Bifidobacterium
Reviewed by Maurice Lichtenberg
Bifidobacterium is a genus of Gram-positive, anaerobic, non-motile, branched-rod bacteria belonging to the phylum Actinobacteria (Actinomycetota); it is among the first colonisers of the neonatal gut, particularly in breastfed infants, where strains such as B. longum subsp. infantis are uniquely equipped to metabolise human milk oligosaccharides (HMOs). Their core metabolic products include acetate and lactate (via the bifid shunt, a fructose-6-phosphate phosphoketolase pathway), acidifying the intestinal environment and suppressing pathogens.
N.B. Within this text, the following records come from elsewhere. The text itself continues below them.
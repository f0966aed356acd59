//! The observation model and the reference-orbit fit against skyfield (PyPI)
//! and JPL DE421 (PyPI skyfield-data); chi-square tails against scipy.
//! Fixtures made by tests/data/astrometry/gen.py.

mod common;
use common::*;

use latens::astrometry::site_geocentric_au;
use latens::dynamics::ForceModel;
use latens::ephemeris::{Body, SpkFile};
use latens::io::observations::{SiteTable, read_observations};
use latens::reference::{ReferenceSettings, fit_reference_orbit};
use latens::stats::chi_square_survival;
use latens::time::parse_utc_iso;
use latens::units::AU_KM;

#[test]
fn site_positions_match_skyfield_to_a_kilometre() {
    // skyfield includes nutation, polar motion and UT1 - UTC; Latens
    // neglects them (documented: up to about 1 km).
    let sites = SiteTable::read(&data_path("astrometry/sites.csv")).unwrap();
    let site = sites.get("hollow-ridge").unwrap();
    let mut worst: f64 = 0.0;
    for row in read_rows("astrometry/site_gcrs.csv") {
        let e = parse_utc_iso(&row["epoch_utc"]).unwrap();
        let p = site_geocentric_au(site, e) * AU_KM;
        let d =
            ((p.x - num(&row, "x_km")).powi(2) + (p.y - num(&row, "y_km")).powi(2) + (p.z - num(&row, "z_km")).powi(2))
                .sqrt();
        worst = worst.max(d);
    }
    eprintln!("site position vs skyfield: worst {worst:.3} km");
    assert!(worst < 1.0, "{worst} km");
}

#[test]
fn chi_square_tail_matches_scipy() {
    for row in read_rows("astrometry/chi2_sf.csv") {
        let (x, dof, want) = (num(&row, "x"), num(&row, "dof"), num(&row, "sf"));
        let got = chi_square_survival(x, dof);
        compare(&format!("Q({x}, {dof})"), got, want, 1e-9 * want.max(1e-300) + 1e-15, "");
    }
}

fn saturn_model(without: Option<Body>) -> ForceModel {
    // Saturn is the tracked body here, and the tracked body is massless in
    // Latens's equations: its own GM goes into the central term instead
    // (-(mu_sun + mu_saturn) r / r^3, the two-body term of a massive body).
    let others = [
        Body::Mercury,
        Body::Venus,
        Body::EarthMoonBarycenter,
        Body::Mars,
        Body::Jupiter,
        Body::Uranus,
        Body::Neptune,
        Body::Pluto,
    ];
    let known: Vec<Body> = others.into_iter().filter(|b| Some(*b) != without).collect();
    let mut m = ForceModel::with_known(&known);
    m.gm_sun_au3_per_day2 += Body::Saturn.gm_au3_per_day2();
    m
}

#[test]
fn saturn_from_de421_fits_to_the_noise_and_shows_jupiter_when_it_is_left_out() {
    let sites = SiteTable::read(&data_path("astrometry/sites.csv")).unwrap();
    let obs = read_observations(&data_path("astrometry/saturn.csv"), &sites, 3).unwrap();
    let eph = SpkFile::open(&data_path("de421/excerpt.bsp")).unwrap();
    let settings = ReferenceSettings::default();

    let full = fit_reference_orbit(&obs, &sites, &saturn_model(None), &eph, &settings, None).unwrap();
    let per_dof = full.chi2 / full.dof as f64;
    let scatter = (2.0 / full.dof as f64).sqrt();
    eprintln!(
        "Saturn, all planets: chi2/dof = {per_dof:.3} (dof {}), RMS {:.4}\" / {:.4}\", {} rejected, start: {}",
        full.dof, full.rms_ra_arcsec, full.rms_dec_arcsec, full.n_rejected, full.start
    );
    // Within 4 standard deviations of a chi-square per degree of freedom.
    assert!((per_dof - 1.0).abs() < 4.0 * scatter, "chi2/dof {per_dof}");
    assert!(full.n_rejected <= 2);

    let without = fit_reference_orbit(&obs, &sites, &saturn_model(Some(Body::Jupiter)), &eph, &settings, None).unwrap();
    eprintln!(
        "Saturn without Jupiter: chi2/dof = {:.1}, RMS {:.3}\" / {:.3}\", {} rejected",
        without.chi2 / without.dof as f64,
        without.rms_ra_arcsec,
        without.rms_dec_arcsec,
        without.n_rejected
    );
    // Jupiter's pull on Saturn over 23 years cannot be absorbed by Saturn's
    // own orbit: residuals far above the 0.05" noise.
    assert!(without.rms_ra_arcsec.hypot(without.rms_dec_arcsec) > 1.0);
}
Abundance declines markedly after weaning, with a further sharp decline after the seventh decade of life; reduced Bifidobacterium abundance in older adults has been associated with frailty, increased intestinal permeability and heightened systemic inflammation, though causal interpretation remains challenging. Several species — particularly B. longum, B. lactis, B. bifidum and B. breve — are among the most extensively studied and commercially used probiotic organisms, with clinical evidence supporting modest benefits in antibiotic-associated diarrhoea, infant colic, irritable bowel syndrome and rotavirus-associated diarrhoea; effects in healthy adults are generally less pronounced.